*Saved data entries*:

#####

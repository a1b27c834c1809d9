import type { TimeSpan } from '~/fill/chuck-spans';
import { formatDuration, seconds } from '~/units';
import type { ChartFrame } from './chart-frame';
import { textWidth, useChartScales } from './chart-scales';
import { spreadHeights } from './end-labels';
import { placeKindLabels } from './reading-labels';
import type { ChartView, ReadingKind } from './review-view';

const kindNames: Record<ReadingKind, string> = {
  'wheel-gauge': 'wheel gauge',
  'dash-gauge': 'dash gauge',
  sensor: 'sensor',
  tire: 'tire gauge',
};

/** A shape for each gauge: disc, square, diamond; a triangle for the tire. */
const shapes: Record<ReadingKind, string> = {
  'wheel-gauge': 'M-6 0a6 6 0 1 0 12 0a6 6 0 1 0-12 0z',
  'dash-gauge': 'M-5.5-5.5h11v11h-11z',
  sensor: 'M0-7.5L7.5 0L0 7.5L-7.5 0z',
  tire: 'M0-7.5L7.5 6h-15z',
};

/** The readings as dots, each kind named once. */
export function ChartReadings({ view, frame }: { view: ChartView; frame: ChartFrame }) {
  const scales = useChartScales();
  if (!scales) return null;
  const { plot, x, y } = scales;
  const dots = view.readings.map(({ at, kpa, kind }) => ({ x: x(at), y: y(kpa), kind }));
  const curves = view.points.flatMap(({ at, supply, tire }) => [
    { x: x(at), y: y(supply) },
    { x: x(at), y: y(tire) },
  ]);
  const names = placeKindLabels(dots, curves, {
    left: plot.x,
    right: plot.x + plot.width,
    top: plot.y,
    bottom: plot.y + plot.height,
    height: frame.letters + 4,
    widthOf: (kind) => textWidth(kindNames[kind], frame.letters),
  });
  return (
    <g className="review-readings" fontSize={frame.letters}>
      {dots.map((dot) => (
        <path
          key={`${dot.kind} ${dot.x} ${dot.y}`}
          data-kind={dot.kind}
          d={shapes[dot.kind]}
          transform={`translate(${dot.x} ${dot.y})`}
        />
      ))}
      {names.map(({ kind, left, middle }) => (
        <text key={kind} x={left} y={middle} dominantBaseline="central">
          {kindNames[kind]}
        </text>
      ))}
    </g>
  );
}

/** Below the plot: when the chuck was on, and for how long. */
export function ChartHolds({ spans, frame }: { spans: readonly TimeSpan[]; frame: ChartFrame }) {
  const scales = useChartScales();
  if (!scales) return null;
  const { plot, x } = scales;
  const top = plot.y + plot.height;
  return (
    <g className="review-holds" fontSize={frame.letters}>
      {spans.map(({ from, to }) => {
        const width = Math.max(2, x(to) - x(from));
        const words = holdWords(to - from, width, frame.letters);
        return (
          <g key={from}>
            <rect x={x(from)} y={top} width={width} height={frame.holds - 2} />
            <text
              x={x(from) + width / 2}
              y={top + frame.holds / 2 - 1}
              textAnchor="middle"
              dominantBaseline="central"
            >
              {words}
            </text>
          </g>
        );
      })}
    </g>
  );
}

/** The longest words that fit: "On 0:52", "0:52", "On" or none. */
function holdWords(length: number, width: number, letters: number): string {
  const time = formatDuration(seconds(length));
  const fits = [`On ${time}`, time, 'On'].find((text) => textWidth(text, letters) + 6 <= width);
  return fits ?? '';
}

/** The names of the curves at their right ends, moved apart where they would meet. */
export function ChartNames({ view, frame }: { view: ChartView; frame: ChartFrame }) {
  const scales = useChartScales();
  const last = view.points.at(-1);
  if (!scales || !last) return null;
  const { plot, y } = scales;
  const names = [
    { name: 'Supply', kind: 'supply', at: y(last.supply) },
    { name: 'Tire', kind: 'tire', at: y(last.tire) },
    { name: 'Target', kind: 'target', at: y(view.targetKpa) },
  ];
  const heights = spreadHeights(
    names.map(({ at }) => at),
    { step: frame.letters + 4, top: plot.y + 6, bottom: plot.y + plot.height - 8 },
  );
  const edge = plot.x + plot.width;
  return (
    <g className="review-names" fontSize={frame.letters}>
      {names.map(({ name, kind, at }, index) => (
        <g key={kind}>
          <path className="review-leader" d={`M${edge + 2} ${at}L${edge + 11} ${heights[index]}`} />
          <text
            className={`review-name-${kind}`}
            x={edge + 14}
            y={heights[index]}
            dominantBaseline="central"
          >
            {name}
          </text>
        </g>
      ))}
    </g>
  );
}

#####

*PROBLEM DETAILS*:
Among the entries above, the lines between the ones containing "const kindNames: Record<ReadingKind, string>" and "named once. */", inclusive, are to be transcribed exactly. No other line is to be given.

*TASK OUTPUT*:
const kindNames: Record<ReadingKind, string> = {
  'wheel-gauge': 'wheel gauge',
  'dash-gauge': 'dash gauge',
  sensor: 'sensor',
  tire: 'tire gauge',
};

/** A shape for each gauge: disc, square, diamond; a triangle for the tire. */
const shapes: Record<ReadingKind, string> = {
  'wheel-gauge': 'M-6 0a6 6 0 1 0 12 0a6 6 0 1 0-12 0z',
  'dash-gauge': 'M-5.5-5.5h11v11h-11z',
  sensor: 'M0-7.5L7.5 0L0 7.5L-7.5 0z',
  tire: 'M0-7.5L7.5 6h-15z',
};

/** The readings as dots, each kind named once. */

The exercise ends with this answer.